* _Data for this exercise_:
----
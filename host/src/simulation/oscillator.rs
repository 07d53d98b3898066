//! The controller's crystal: what its microsecond clock shows at a true time.

use super::draws::{Part, stream, within};

/// A crystal is off by up to this when new, ppm (usual grade of a board's crystal, common practice).
const SKEW_PPM: f64 = 30.0;
/// And by so much per kelvin near room temperature, ppm (common practice, no source).
const PPM_PER_KELVIN: f64 = 0.4;

/// A clock that runs at its own rate, in stretches of constant rate.
#[derive(Clone, Debug)]
pub struct DeviceClock {
    anchor_ns: i64,
    anchor_us: f64,
    us_per_ns: f64,
    skew_ppm: f64,
}

impl DeviceClock {
    /// The crystal that this seed gives; it starts at zero at `boot_ns`.
    pub(super) fn new(seed: u64, boot_ns: i64) -> Self {
        let skew_ppm = within(&mut stream(seed, Part::Oscillator), SKEW_PPM);
        Self { anchor_ns: boot_ns, anchor_us: 0.0, us_per_ns: rate(skew_ppm), skew_ppm }
    }

    /// The same crystal, started anew at `boot_ns`.
    pub(super) fn restart(&mut self, boot_ns: i64) {
        self.anchor_ns = boot_ns;
        self.anchor_us = 0.0;
    }

    /// Follows the temperature, given as kelvin above the calibration's; from now on only.
    pub(super) fn retune(&mut self, now_ns: i64, kelvin: f64) {
        self.anchor_us = self.exact_us(now_ns);
        self.anchor_ns = now_ns;
        self.us_per_ns = rate(self.skew_ppm + PPM_PER_KELVIN * kelvin);
    }

    fn exact_us(&self, true_ns: i64) -> f64 {
        self.anchor_us + (true_ns - self.anchor_ns) as f64 * self.us_per_ns
    }

    /// Whole microseconds since power-up at a true time, nanoseconds.
    pub fn device_us(&self, true_ns: i64) -> u64 {
        self.exact_us(true_ns).max(0.0) as u64
    }

    /// The first true nanosecond at which the clock shows `device_us`, at the present rate.
    pub fn true_ns(&self, device_us: u64) -> i64 {
        let mut true_ns = self.anchor_ns + libm::ceil((device_us as f64 - self.anchor_us) / self.us_per_ns) as i64;
        // Rounding may leave it a nanosecond short, and a poll that comes too early would come again and again.
        while self.device_us(true_ns) < device_us {
            true_ns += 1;
        }
        true_ns
    }

    /// How fast it runs against true time, ppm.
    #[cfg(test)]
    fn rate_ppm(&self) -> f64 {
        (self.us_per_ns * 1e3 - 1.0) * 1e6
    }
}

fn rate(ppm: f64) -> f64 {
    1e-3 * (1.0 + 1e-6 * ppm)
}

#[cfg(test)]
mod tests {
    use super::*;

    #[test]
    fn a_clock_is_off_by_its_skew_and_never_steps() {
        let mut clock = DeviceClock::new(7, 0);
        let ppm = clock.rate_ppm();
        assert!(ppm.abs() <= SKEW_PPM && ppm != 0.0);
        let hour_ns = 3_600_000_000_000;
        assert!((clock.device_us(hour_ns) as f64 - 3.6e9 * (1.0 + ppm * 1e-6)).abs() < 2.0);
        let before = clock.device_us(hour_ns);
        clock.retune(hour_ns, 5.0);
        assert!(clock.device_us(hour_ns) - before <= 1);
        assert!((clock.rate_ppm() - ppm - 5.0 * PPM_PER_KELVIN).abs() < 1e-6);
    }

    #[test]
    fn a_device_time_is_reached_when_it_says() {
        let clock = DeviceClock::new(8, 123);
        for us in [0, 1, 499, 500, 12_345_678_901] {
            let at = clock.true_ns(us);
            assert!(clock.device_us(at) == us && (us == 0 || clock.device_us(at - 1) == us - 1), "{us}");
        }
    }
}
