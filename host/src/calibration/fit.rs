//! From points to code-to-volts: straight line or bent, decided by F-test; outliers named, never dropped in silence.

use super::{Channel, ChannelFit, Point};
use crate::metrology::{Solution, solve, student_two_sided};

/// What a single point is taken to scatter before the points themselves have told it: 0.1 V and 50 ppm of the voltage.
/// Only the ratio matters, as relative weight of low and high points (a judgement, no source).
const POINT_SIGMA: (f64, f64) = (0.1, 50e-6);

/// Least scatter a point is granted, volts, so that points without any do not get all the weight.
const LEAST_SIGMA_VOLTS: f64 = 0.01;

/// A bend is believed when noise alone would feign it less often than this.
const BEND_PROBABILITY: f64 = 0.01;

/// A point is called an outlier when noise alone would put any of the points so far off less often than this.
const OUTLIER_PROBABILITY: f64 = 0.001;

/// Two ambients are told apart when enclosure temperatures spread by at least this, kelvin.
const TWO_AMBIENTS_KELVIN: f64 = 4.0;

/// Why points give no fit.
#[derive(Clone, Debug, PartialEq, Eq, thiserror::Error)]
pub enum FitError {
    /// Too few, or at too few levels.
    #[error("{points} points at {levels} different voltages are too few; take at least 8 points at 4 voltages")]
    TooFew {
        /// Points that may be used.
        points: usize,
        /// Different voltages among them.
        levels: usize,
    },
    /// The codes do not follow the voltage.
    #[error("the codes of the {0} do not follow the reference; check wiring, and that columns were not swapped")]
    NoSlope(&'static str),
}

/// A temperature coefficient, ppm per kelvin, with its standard uncertainty.
#[derive(Clone, Copy, Debug, PartialEq)]
pub struct TemperatureTerm {
    /// Temperature the fit refers to, degrees Celsius.
    pub reference_celsius: f64,
    /// The coefficient.
    pub ppm_per_kelvin: f64,
    /// Its standard uncertainty.
    pub u_ppm_per_kelvin: f64,
    /// Whether the points themselves gave it, or a person.
    pub measured: bool,
}

/// One point against the fit.
#[derive(Clone, Copy, Debug, PartialEq)]
pub struct Residual {
    /// Index among the points.
    pub index: usize,
    /// Reference less fit, volts.
    pub volts: f64,
    /// The same in standard deviations of what a point of this weight may be off, judged by all others.
    pub deviations: f64,
    /// Whether the point was used.
    pub used: bool,
}

/// The fit of one sense.
#[derive(Clone, Debug)]
pub struct FitReport {
    /// Coefficients, covariance, residual and code range, as they go into the certificate. The hysteresis is still 0.
    pub fit: ChannelFit,
    /// Its temperature term.
    pub temperature: TemperatureTerm,
    /// All points in their order.
    pub residuals: Vec<Residual>,
    /// F of the bend against the straight line, its degrees of freedom, and the probability of so large an F without one.
    pub bend: FTest,
    /// The same of a cubic term (self-heating) against the bend.
    pub cubic: FTest,
    /// Whether the bend was kept.
    pub bent: bool,
    /// Points that do not belong to the others.
    pub outliers: Vec<usize>,
}

/// One term against none.
#[derive(Clone, Copy, Debug, PartialEq)]
pub struct FTest {
    /// Ratio of the explained to the remaining variance, one degree of freedom in the numerator.
    pub f: f64,
    /// Degrees of freedom of the denominator.
    pub freedom: f64,
    /// Probability of such an F by chance.
    pub probability: f64,
}

pub(super) fn code(point: &Point, channel: Channel) -> f64 {
    match channel {
        Channel::Sense => point.sense_code,
        Channel::Cross => point.cross_code,
    }
}

/// Distinct voltages: neighbours closer than 3 % of the span count as one level. Gives the level of every point.
pub(super) fn levels(points: &[Point]) -> (Vec<usize>, usize) {
    let mut order: Vec<usize> = (0..points.len()).collect();
    order.sort_by(|a, b| points[*a].reference_volts.total_cmp(&points[*b].reference_volts));
    let volts = |at: usize| points[order[at]].reference_volts;
    let span = if order.is_empty() { 0.0 } else { volts(order.len() - 1) - volts(0) };
    let mut level = 0;
    let mut found = vec![0; points.len()];
    for at in 1..order.len() {
        if volts(at) - volts(at - 1) > 0.03 * span {
            level += 1;
        }
        found[order[at]] = level;
    }
    (found, if points.is_empty() { 0 } else { level + 1 })
}

/// Fits one sense. Points with `left_out` are shown but not used. `given` is the temperature coefficient where the
/// points were taken at one ambient only.
///
/// # Errors
/// When the points cannot carry a fit.
pub fn fit(points: &[Point], channel: Channel, given: (f64, f64)) -> Result<FitReport, FitError> {
    let usable: Vec<usize> = (0..points.len()).filter(|index| points[*index].left_out.is_none()).collect();
    let chosen: Vec<Point> = usable.iter().map(|index| points[*index].clone()).collect();
    let (_, count) = levels(&chosen);
    if usable.len() < 8 || count < 4 {
        return Err(FitError::TooFew { points: usable.len(), levels: count });
    }
    let mut data = Data::new(points, channel, given);
    let outliers = data.outliers(&usable);
    let used: Vec<usize> = usable.into_iter().filter(|index| !outliers.contains(index)).collect();
    data.report(&used, outliers).ok_or(FitError::NoSlope(data.name()))
}

/// The bend and its standard uncertainty whether it was kept or not, volts per code squared: for tests of the procedure.
#[cfg(test)]
pub(super) fn bend_of(points: &[Point], channel: Channel) -> Option<(f64, f64)> {
    let mut data = Data::new(points, channel, (0.0, 0.0));
    let all: Vec<usize> = (0..points.len()).collect();
    let outliers = data.outliers(&all);
    let used: Vec<usize> = all.into_iter().filter(|index| !outliers.contains(index)).collect();
    let solution = data.solve(&used, 2)?;
    let unit = data.scale * data.scale;
    Some((solution.coefficients[2] / unit, libm::sqrt(solution.cofactors[2][2] * solution.unit_variance()) / unit))
}

struct Data<'a> {
    points: &'a [Point],
    channel: Channel,
    /// Codes in units of the largest, so that the columns are of one size.
    scaled: Vec<f64>,
    scale: f64,
    sigmas: Vec<f64>,
    /// Degrees from the reference temperature; 0 where not measured.
    kelvin: Vec<f64>,
    reference_celsius: f64,
    two_ambients: bool,
    given: (f64, f64),
}
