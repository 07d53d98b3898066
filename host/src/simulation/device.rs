//! The simulated controller: the real firmware library, its flash, its crystal, and a byte pipe to the host.

use ringvolt_firmware::{
    Controller, Journal,
    io::{Boot, Conversion, Edge, Inputs, OptionalInputs, Outputs, StoreOutcome, StoreRequest},
};
use ringvolt_protocol::{CertificateRecord, Contacts, DeviceId, DeviceKind, ResetCause, SettingsRecord};

use super::oscillator::DeviceClock;

/// From power or reset to the first poll, nanoseconds.
const START_NS: i64 = 30_000_000;
/// Erasing and writing a page of flash stops the processor for so long, nanoseconds.
const STORE_NS: i64 = 45_000_000;

/// What survives a restart.
#[derive(Clone, Debug)]
pub(super) struct Flash {
    pub device: DeviceId,
    pub certificate: Option<CertificateRecord>,
    pub settings: Option<SettingsRecord>,
    pub epoch: u32,
}

/// What has come in since the last poll, in the crystal's time.
#[derive(Clone, Debug, Default)]
pub(super) struct Inbox {
    pub edges: Vec<Edge>,
    pub conversions: Vec<Conversion>,
}

impl Inbox {
    fn clear(&mut self) {
        self.edges.clear();
        self.conversions.clear();
    }
}

/// The controller and what belongs to its board.
pub(super) struct Device {
    controller: Controller<Box<Journal>>,
    flash: Flash,
    pub clock: DeviceClock,
    next_poll_ns: i64,
    stored: Option<StoreOutcome>,
    /// Whether the processor was busy with its flash, so that ready edges went by unseen.
    away: bool,
    from_host: Vec<u8>,
    plugged: bool,
}

impl Device {
    /// Powers up at `now_ns`.
    pub fn new(seed: u64, flash: Flash, now_ns: i64) -> Self {
        let controller = boot(&flash, ResetCause::PowerOn);
        Self {
            controller,
            flash,
            clock: DeviceClock::new(seed, now_ns),
            next_poll_ns: now_ns + START_NS,
            stored: None,
            away: false,
            from_host: Vec::new(),
            plugged: true,
        }
    }

    /// Stops and starts again: a new epoch, a clock from zero, an empty journal; the flash stays.
    pub fn restart(&mut self, now_ns: i64, cause: ResetCause) {
        self.flash.epoch += 1;
        self.controller = boot(&self.flash, cause);
        self.clock.restart(now_ns);
        self.next_poll_ns = now_ns + START_NS;
        self.stored = None;
        self.away = false;
        self.from_host.clear();
    }

    pub const fn next_poll_ns(&self) -> i64 {
        self.next_poll_ns
    }

    pub const fn controller(&self) -> &Controller<Box<Journal>> {
        &self.controller
    }

    /// One poll at its time.
    pub fn poll(&mut self, contacts: Contacts, inbox: &mut Inbox, optional: OptionalInputs) -> Outputs {
        if std::mem::take(&mut self.away) {
            inbox.conversions.clear();
        }
        let inputs = Inputs {
            edges: &inbox.edges,
            conversions: &inbox.conversions,
            optional,
            received: &self.from_host,
            stored: self.stored.take(),
            ..Inputs::quiet(contacts)
        };
        let outputs = self.controller.poll(self.clock.device_us(self.next_poll_ns), &inputs);
        inbox.clear();
        self.from_host.clear();
        self.next_poll_ns = self.clock.true_ns(self.controller.poll_at());
        if let Some(request) = &outputs.store {
            self.store(request);
        }
        outputs
    }

    /// The simulated store is a flash that never fails.
    fn store(&mut self, request: &StoreRequest) {
        match request {
            StoreRequest::Certificate(record) => self.flash.certificate = Some(*record),
            StoreRequest::Settings(record) => self.flash.settings = Some(*record),
        }
        self.stored = Some(StoreOutcome::Stored);
        self.next_poll_ns += STORE_NS;
        self.away = true;
    }

    /// Bytes from the host; they reach the controller at its next poll.
    pub fn receive(&mut self, bytes: &[u8]) {
        if self.plugged {
            self.from_host.extend_from_slice(bytes);
        }
    }

    /// Bytes for the host, oldest first; none while unplugged.
    pub fn outgoing(&self) -> &[u8] {
        if self.plugged { self.controller.outgoing() } else { &[] }
    }

    /// The host took the first `count` of them.
    pub fn sent(&mut self, count: usize) {
        self.controller.sent(count);
    }

    /// Pulls the plug or puts it back: what was on its way in is lost.
    pub fn plug(&mut self, plugged: bool) {
        self.plugged = plugged;
        self.from_host.clear();
    }
}

fn boot(flash: &Flash, reset_cause: ResetCause) -> Controller<Box<Journal>> {
    let boot = Boot {
        device: flash.device,
        kind: DeviceKind::Simulated,
        epoch: flash.epoch,
        reset_cause,
        certificate: flash.certificate,
        settings: Ok(flash.settings),
    };
    Controller::new(boot, Box::new(Journal::new()))
}
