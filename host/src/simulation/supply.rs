//! The high-voltage supply: set-point, ripple, slow wander, sag, and the bleed after the contactors release.

use std::f64::consts::TAU;

use rand::RngExt;

use super::draw::stream;

/// How the supply behaves.
#[derive(Clone, Debug, PartialEq)]
pub struct SupplySetup {
    /// Mains frequency, hertz.
    pub mains_hz: f64,
    /// Ripple at twice the mains frequency, peak to peak, as a fraction of the voltage.
    pub ripple_fraction: f64,
    /// Hum at the mains frequency, peak to peak, as a fraction of the voltage.
    pub hum_fraction: f64,
    /// Slow wander, as a fraction of the voltage.
    pub wander_fraction: f64,
    /// Time constant with which it follows its knob, seconds.
    pub follow_seconds: f64,
    /// Time constant of the bleed, seconds.
    pub bleed_seconds: f64,
}

impl Default for SupplySetup {
    fn default() -> Self {
        Self {
            mains_hz: 50.0,
            ripple_fraction: 8e-4,
            hum_fraction: 1e-4,
            wander_fraction: 1e-4,
            follow_seconds: 0.18,
            bleed_seconds: 0.15,
        }
    }
}

/// The supply.
#[derive(Clone, Debug)]
pub(super) struct Supply {
    setup: SupplySetup,
    /// Where the knob stands, volts.
    knob: f64,
    /// What the knob's ramp moves to, and how fast, volts per second.
    ramp: Option<(f64, f64)>,
    /// Voltage without ripple, volts.
    slow: f64,
    sag: Option<Sag>,
    phases: [f64; 4],
}

#[derive(Clone, Copy, Debug)]
struct Sag {
    fraction: f64,
    left_seconds: f64,
}

impl Supply {
    pub(super) fn new(setup: SupplySetup, seed: u64) -> Self {
        let mut rng = stream(seed, 1);
        let phases = std::array::from_fn(|_| rng.random_range(0.0..TAU));
        Self { setup, knob: 0.0, ramp: None, slow: 0.0, sag: None, phases }
    }

    pub(super) fn set(&mut self, volts: f64) {
        self.knob = volts;
        self.ramp = None;
    }

    pub(super) fn ramp(&mut self, volts: f64, volts_per_second: f64) {
        self.ramp = Some((volts, volts_per_second.abs()));
    }

    pub(super) fn sag(&mut self, fraction: f64, seconds: f64) {
        self.sag = Some(Sag { fraction, left_seconds: seconds });
    }

    /// An arc: the tube's charge is gone at once.
    pub(super) fn arc(&mut self) {
        self.slow *= 0.3;
    }

    /// The voltage drops or rises by a fraction at once.
    pub(super) fn jump(&mut self, fraction: f64) {
        self.slow *= 1.0 + fraction;
        self.knob *= 1.0 + fraction;
    }

    fn target(&self, on: bool) -> f64 {
        match (on, self.sag) {
            (false, _) => 0.0,
            (true, Some(sag)) => self.knob * (1.0 - sag.fraction),
            (true, None) => self.knob,
        }
    }

    /// Lets `seconds` pass with the primary contactors closed (`on`) or not.
    pub(super) fn pass(&mut self, seconds: f64, on: bool) {
        if let Some((to, rate)) = self.ramp {
            let step = rate * seconds;
            self.knob += (to - self.knob).clamp(-step, step);
            if self.knob == to {
                self.ramp = None;
            }
        }
        if let Some(sag) = &mut self.sag {
            sag.left_seconds -= seconds;
            if sag.left_seconds <= 0.0 {
                self.sag = None;
            }
        }
        let constant = if on { self.setup.follow_seconds } else { self.setup.bleed_seconds };
        let target = self.target(on);
        self.slow = target + (self.slow - target) * libm::exp(-seconds / constant);
    }

    /// The true voltage at this time, volts.
    pub(super) fn volts(&self, time_seconds: f64, on: bool) -> f64 {
        let sine = |index: usize, hertz: f64| libm::sin(TAU * hertz * time_seconds + self.phases[index]);
        let wander = 0.6 * sine(0, 1.0 / 47.0) + 0.4 * sine(1, 1.0 / 19.0);
        let mains = if on {
            0.5 * self.setup.ripple_fraction * sine(2, 2.0 * self.setup.mains_hz)
                + 0.5 * self.setup.hum_fraction * sine(3, self.setup.mains_hz)
        } else {
            0.0
        };
        self.slow * (1.0 + self.setup.wander_fraction * wander + mains)
    }

    /// Whether the voltage is where the knob wants it, to an eighth of a per cent, and nothing is done to it: what is
    /// left of a change is then below what marks a frame.
    pub(super) fn is_settled(&self, on: bool) -> bool {
        let off = (self.slow - self.knob).abs();
        on && self.ramp.is_none() && self.sag.is_none() && self.knob > 0.0 && off < 1.25e-3 * self.knob
    }
}

#[cfg(test)]
mod tests {
    use super::*;

    #[test]
    fn it_follows_its_knob_and_bleeds_when_off() {
        let quiet =
            SupplySetup { ripple_fraction: 0.0, hum_fraction: 0.0, wander_fraction: 0.0, ..SupplySetup::default() };
        let mut supply = Supply::new(quiet, 1);
        supply.set(2_500.0);
        supply.pass(0.18, true);
        assert!((supply.volts(0.0, true) / 2_500.0 - (1.0 - (-1f64).exp())).abs() < 1e-12);
        assert!(!supply.is_settled(true));
        supply.pass(3.0, true);
        assert!(supply.is_settled(true));
        supply.pass(0.30, false);
        assert!((supply.volts(0.0, false) / 2_500.0 - (-2f64).exp()).abs() < 1e-4);
    }

    #[test]
    fn ripple_has_the_stated_size() {
        let setup = SupplySetup { hum_fraction: 0.0, wander_fraction: 0.0, ..SupplySetup::default() };
        let mut supply = Supply::new(setup, 2);
        supply.set(3_000.0);
        supply.pass(10.0, true);
        let volts: Vec<f64> = (0..2_000).map(|index| supply.volts(f64::from(index) * 1e-5, true)).collect();
        let spread = volts.iter().fold(f64::MIN, |a, b| a.max(*b)) - volts.iter().fold(f64::MAX, |a, b| a.min(*b));
        assert!((spread / (3_000.0 * 8e-4) - 1.0).abs() < 1e-3, "{spread}");
    }
}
----
* _Problem to solve_:
Begin at the top of the listing above and set down each line exactly. Stop after the line that contains "self.anchor_us = self.exact_us(now_ns);".

* _Answer to this exercise_:
filename host/src/simulation/oscillator.rs
repository 07d53d98b3898066
//! The controller's crystal: what its microsecond clock shows at a true time.

use super::draws::{Part, stream, within};

/// A crystal is off by up to this when new, ppm (usual grade of a board's crystal, common practice).
const SKEW_PPM: f64 = 30.0;
/// And by so much per kelvin near room temperature, ppm (common practice, no source).
const PPM_PER_KELVIN: f64 = 0.4;

/// A clock that runs at its own rate, in stretches of constant rate.
#[derive(Clone, Debug)]
pub struct DeviceClock {
    anchor_ns: i64,
    anchor_us: f64,
    us_per_ns: f64,
    skew_ppm: f64,
}

impl DeviceClock {
    /// The crystal that this seed gives; it starts at zero at `boot_ns`.
    pub(super) fn new(seed: u64, boot_ns: i64) -> Self {
        let skew_ppm = within(&mut stream(seed, Part::Oscillator), SKEW_PPM);
        Self { anchor_ns: boot_ns, anchor_us: 0.0, us_per_ns: rate(skew_ppm), skew_ppm }
    }

    /// The same crystal, started anew at `boot_ns`.
    pub(super) fn restart(&mut self, boot_ns: i64) {
        self.anchor_ns = boot_ns;
        self.anchor_us = 0.0;
    }

    /// Follows the temperature, given as kelvin above the calibration's; from now on only.
    pub(super) fn retune(&mut self, now_ns: i64, kelvin: f64) {
        self.anchor_us = self.exact_us(now_ns);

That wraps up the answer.